After the initial set of lead compounds were selected, their expected pharmacokinetic profiles were evaluated by applying the in silico predictions and standard human physiologies in GastroPlus®  to predict plasma concentration-versus-time profiles. Property estimates were taken from ADMET Predictor and dosing regimens were similar to those used for existing antimalarial drugs, e.g., chloroquine. Target plasma concentrations were based on predicted Ki values.
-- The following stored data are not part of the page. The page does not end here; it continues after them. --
import type { Source } from '../source';
import type { Table } from '../table';
import type { MeasuringRuleRow } from '../tables/measuring-rules';
import { inchesFromMm } from '../units/length';

export interface Measurement {
  readonly alloy: string;
  readonly condition: string;
  readonly isClad: boolean;
  readonly thicknessMm?: number;
  /** Paint or anodize under the probe. */
  readonly coatingMm?: number;
  /** Between probe, standards and part. */
  readonly temperatureDifferenceC?: number;
  readonly instrument?: 'indirect' | 'direct';
  readonly isBrinell?: boolean;
}

export interface MeasuringCaution {
  readonly rule: MeasuringRuleRow;
  readonly source: Source;
}

/**
 * What must be minded for one measurement of hardness and conductivity, each with its source. What is not stated
 * raises no caution, except that the pair decides, which always holds.
 *
 * Worked example: bare 7075-T6, 0.040 in thick: stack the sheet, and both readings decide together.
 */
export function measuringCautions(
  table: Table<MeasuringRuleRow>,
  measurement: Measurement,
): MeasuringCaution[] {
  return table.rows
    .filter((row) => concerns(row, measurement))
    .map((row) => ({ rule: row, source: row.source }));
}

function concerns(row: MeasuringRuleRow, made: Measurement): boolean {
  switch (row.rule) {
    case 'pair_decides':
      return true;
    case 'clad_needs_correlation':
      return made.isClad;
    case 'temperature_difference':
      return (made.temperatureDifferenceC ?? 0) > row.mostC + TOLERANCE;
    case 'lift_off_correction':
      return inchesFromMm(made.coatingMm ?? 0) > row.overIn + TOLERANCE;
    case 'stack_thin_sheet':
      return isThinner(made, row);
    case 'operator':
      return made.instrument !== undefined;
    case 'brinell':
      return made.isBrinell ?? false;
    case 'rough_tensile':
      return false;
  }
}

const isThinner = (
  made: Measurement,
  row: Extract<MeasuringRuleRow, { rule: 'stack_thin_sheet' }>,
): boolean =>
  !made.isClad &&
  made.alloy === row.alloy &&
  made.condition === row.condition &&
  made.thicknessMm !== undefined &&
  inchesFromMm(made.thicknessMm) < row.leastIn - TOLERANCE;

/** Far below the printed steps, far above what converting leaves. */
const TOLERANCE = 1e-9;
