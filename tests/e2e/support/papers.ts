import { renderPdf } from '@/lib/pdf/render-pdf';
import { createElement } from 'react';
import { Document, Page, Text } from '@react-pdf/renderer';

/** A real PDF of one page that says these words; no two are the same file. */
export function somePaper(title: string, words: string): Promise<Buffer> {
  return renderPdf(
    createElement(
      Document,
      { title, creationDate: new Date() },
      createElement(
        Page,
        { size: 'LETTER', style: { padding: 60 } },
        createElement(Text, null, title),
        createElement(Text, null, words),
      ),
    ),
  );
}
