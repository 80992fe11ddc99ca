import { serve } from '@/app/_kit/serve';
import { getCertificateEndpoint, recordCertificateEndpoint } from '@/lib/certificates/endpoints';

export const GET = serve(getCertificateEndpoint);
export const PATCH = serve(recordCertificateEndpoint);
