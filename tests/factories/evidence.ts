import { hash } from '@node-rs/argon2';
import { eq } from 'drizzle-orm';
import { createHash } from 'node:crypto';

import type { Db } from '@/db/client';
import { certificates } from '@/db/schema/evidence';
import { files } from '@/db/schema/files';
import { users } from '@/db/schema/people';
import { shopOf, type Ctx } from '@/lib/auth/context';
import { addCertificate } from '@/lib/certificates/add-certificate';
import { decideRequirement } from '@/lib/certificates/decide-requirement';
import { getCertificate } from '@/lib/certificates/get-certificate';
import { recordCertificate } from '@/lib/certificates/record-certificate';
import { signCertificate } from '@/lib/certificates/sign-certificate';
import type { FilePurpose, FileState } from '@/lib/files/purpose';
import { newId } from '@/lib/ids';
import { countIn } from '@/lib/receipts/count-in';
import { getReceiving } from '@/lib/receipts/queries';

export const PASSWORD = 'a-long-enough-word';
// As weak as the library allows: a test compares, it does not keep secrets.
const passwordHash = hash(PASSWORD, { memoryCost: 8, timeCost: 1, parallelism: 1 });

/** Gives a person the password that tests sign with. */
export async function givePassword(owner: Db, userId: string): Promise<void> {
  await owner
    .update(users)
    .set({ passwordHash: await passwordHash })
    .where(eq(users.id, userId));
}

/** The record of a file that arrived whole; its bytes are nobody's concern here. */
export async function makeFile(
  ctx: Ctx,
  given: {
    purpose: FilePurpose;
    batchId?: string;
    processorId?: string;
    state?: FileState;
    content?: string;
  },
): Promise<string> {
  const id = newId();
  const sha256 = createHash('sha256')
    .update(given.content ?? id)
    .digest('hex');
  await ctx.tx.insert(files).values({
    id,
    shopId: shopOf(ctx),
    batchId: given.batchId ?? null,
    processorId: given.processorId ?? null,
    purpose: given.purpose,
    name: `${id.slice(-4)}.pdf`,
    mediaType: 'application/pdf',
    size: 100,
    sha256,
    storageKey: `files/${id}`,
    state: given.state ?? 'verified',
    uploadedBy: 'Test Person',
    createdAt: ctx.now,
  });
  return id;
}

/** Counts in what is given for each line, in the order of the lines. */
export async function countInAll(
  ctx: Ctx,
  batchId: string,
  counts: readonly { good?: number; damaged?: number; short?: number; over?: number }[],
) {
  const { lines } = await getReceiving(ctx, { batchId });
  const counted = counts.map((count, at) => {
    const line = lines[at];
    if (!line) throw new Error('more counts than lines');
    const { good = 0, damaged = 0, short = 0, over = 0 } = count;
    const names = line.serialised ? line.awayPieces.map((piece) => piece.id) : [];
    return {
      lineId: line.id,
      good,
      damaged,
      short,
      over,
      note: '',
      goodPieceIds: names.slice(0, good),
      damagedPieceIds: names.slice(good, good + damaged),
    };
  });
  return countIn(ctx, { batchId, note: '', lines: counted, photos: [] });
}

/** A certificate whose number and date are entered. */
export async function makeCertificate(
  ctx: Ctx,
  batchId: string,
  given: { number?: string; content?: string } = {},
): Promise<string> {
  const fileId = await makeFile(ctx, {
    purpose: 'certificate',
    batchId,
    ...(given.content === undefined ? {} : { content: given.content }),
  });
  const { id } = await addCertificate(ctx, { batchId, fileId });
  await recordCertificate(ctx, {
    certificateId: id,
    version: 1,
    number: given.number ?? `C-${id.slice(-6)}`,
    datedOn: '2026-06-15',
  });
  return id;
}

/** Every requirement of the batch read as met. */
export async function decideAll(ctx: Ctx, certificateId: string): Promise<void> {
  const { requirements } = await getCertificate(ctx, { certificateId });
  for (const { id, decision } of requirements) {
    await decideRequirement(ctx, {
      certificateId,
      requirementId: id,
      version: decision?.version ?? null,
      stated: 'as ordered',
      verdict: 'meets',
      overrideReason: null,
      note: '',
    });
  }
}

/** What a screen would send to sign for these pieces, in the order of the lines. */
export async function signingInput(ctx: Ctx, certificateId: string, pieces: readonly number[]) {
  const { certificate, lines, requirements } = await getCertificate(ctx, { certificateId });
  const coverage = pieces.flatMap((count, at) =>
    count > 0 && lines[at] ? [{ lineId: lines[at].id, pieces: count }] : [],
  );
  const decisions = requirements.flatMap(({ id, decision }) =>
    decision ? [{ requirementId: id, version: decision.version }] : [],
  );
  return {
    certificateId,
    version: certificate.version,
    coverage,
    decisions,
    password: PASSWORD,
    reviewSeconds: 95,
  };
}

/** A certificate of the batch, proved and signed for these pieces. The person needs the password of `givePassword`. */
export async function makeSignedCertificate(ctx: Ctx, batchId: string, pieces: readonly number[]) {
  const certificateId = await makeCertificate(ctx, batchId);
  await decideAll(ctx, certificateId);
  return { certificateId, ...(await signCertificate(ctx, await signingInput(ctx, certificateId, pieces))) };
}

export const certificateOf = async (ctx: Ctx, certificateId: string) =>
  (await ctx.tx.select().from(certificates).where(eq(certificates.id, certificateId)))[0];
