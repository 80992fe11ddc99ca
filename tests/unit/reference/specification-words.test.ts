import { expect, test } from 'vitest';

import { dateWords, issueReply, standingReply } from '@/components/reference/specification-words';
import { SPECIFICATION_LINEAGE } from '@/lib/trade/tables/specification-lineage';

const asked = (number: string, more: { revision?: string; on?: string } = {}) => ({
  number,
  revision: more.revision ?? null,
  on: more.on ?? '2026-12-01',
  covers: 'parts' as const,
});
const stands = (...of: Parameters<typeof asked>) => standingReply(SPECIFICATION_LINEAGE, asked(...of));

test('a superseded number is said to be so, with its day and what stands in its place at the end', () => {
  expect(stands('MIL-H-6088')).toMatchObject({ good: false, says: 'MIL-H-6088 was superseded in Jul 1997' });
  expect(stands('MIL-H-6088')?.rest).toContain('AMS2770');
});

test('before that day it stood', () => {
  expect(stands('MIL-H-6088', { on: '1995-01-01' })).toMatchObject({
    good: true,
    says: 'MIL-H-6088 was issued on 1 Apr 1991',
  });
});

test('of a number that is not recorded nothing is said', () => {
  expect(stands('AMS9999')).toBeNull();
  expect(issueReply(SPECIFICATION_LINEAGE, asked('AMS9999'))).toBeNull();
});

test('the issue that is named applies, else the one of the order’s day', () => {
  expect(issueReply(SPECIFICATION_LINEAGE, asked('AMS2750', { on: '2021-03-01' }))).toBe(
    'Issue F applies: it was in force.',
  );
  expect(issueReply(SPECIFICATION_LINEAGE, asked('AMS2750', { revision: 'E', on: '2021-03-01' }))).toBe(
    'Issue E applies: it is named.',
  );
});

test.each([
  ['1997', '1997'],
  ['1997-07', 'Jul 1997'],
  ['1997-07-01', '1 Jul 1997'],
])('a date is said as exactly as it is known: %s', (on, says) => expect(dateWords(on)).toBe(says));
An initial set of diverse synthesis candidates (Supplementary Table S2) was selected from among those predicted to have good potency as well as an acceptable ADMET Risk score and favorable simulated in vivo PK profiles. The twelve synthesis targets produced by this process had structural variations at three different positions: the R1 substituent on the quinolone end of the scaffold; the R2 and R3 substituents off of the distal nitrogen of the aminopropylamino bridge; and the R4 and R5 substituents off of the central carbon in the bridge. The beginning of the reduction-to-practice phase was announced in a press release in September 2011  and bids were solicited from several contract synthesis companies. Four of the targets distributed are shown in Fig. 4.
The individual compounds proposed were synthetically feasible, but the number of separate intermediates and variations in reaction conditions required would have been prohibitively expensive. Instead, variations were restricted to either end of the molecule and we focused on a single kind of aminopropylamino bridge. Doing so made it likely that similar reaction conditions and intermediates could be used to make multiple analogs. The convergent synthesis plan greatly reduced the potential for complications and budget overruns. Though not often dwelt on in the literature, such considerations are often a critical practical consideration for any molecular design project; hence their explicit inclusion here. In the end, we settled on seven analogs built around a simplified scaffold bearing the novel gem-cyclopentyl group at the central carbon of the bridge. Diversity was provided by placing three different substituents on the distal nitrogen (i.e., R2) (Fig. 5).
Kalexsyn, Inc. (Kalamazoo, MI) synthesized a revised list of seven target analogs. Carbonyl precursors suitable for reductive amination were available or accessible for some of the desired R2 substituents, considerably simplifying their synthesis.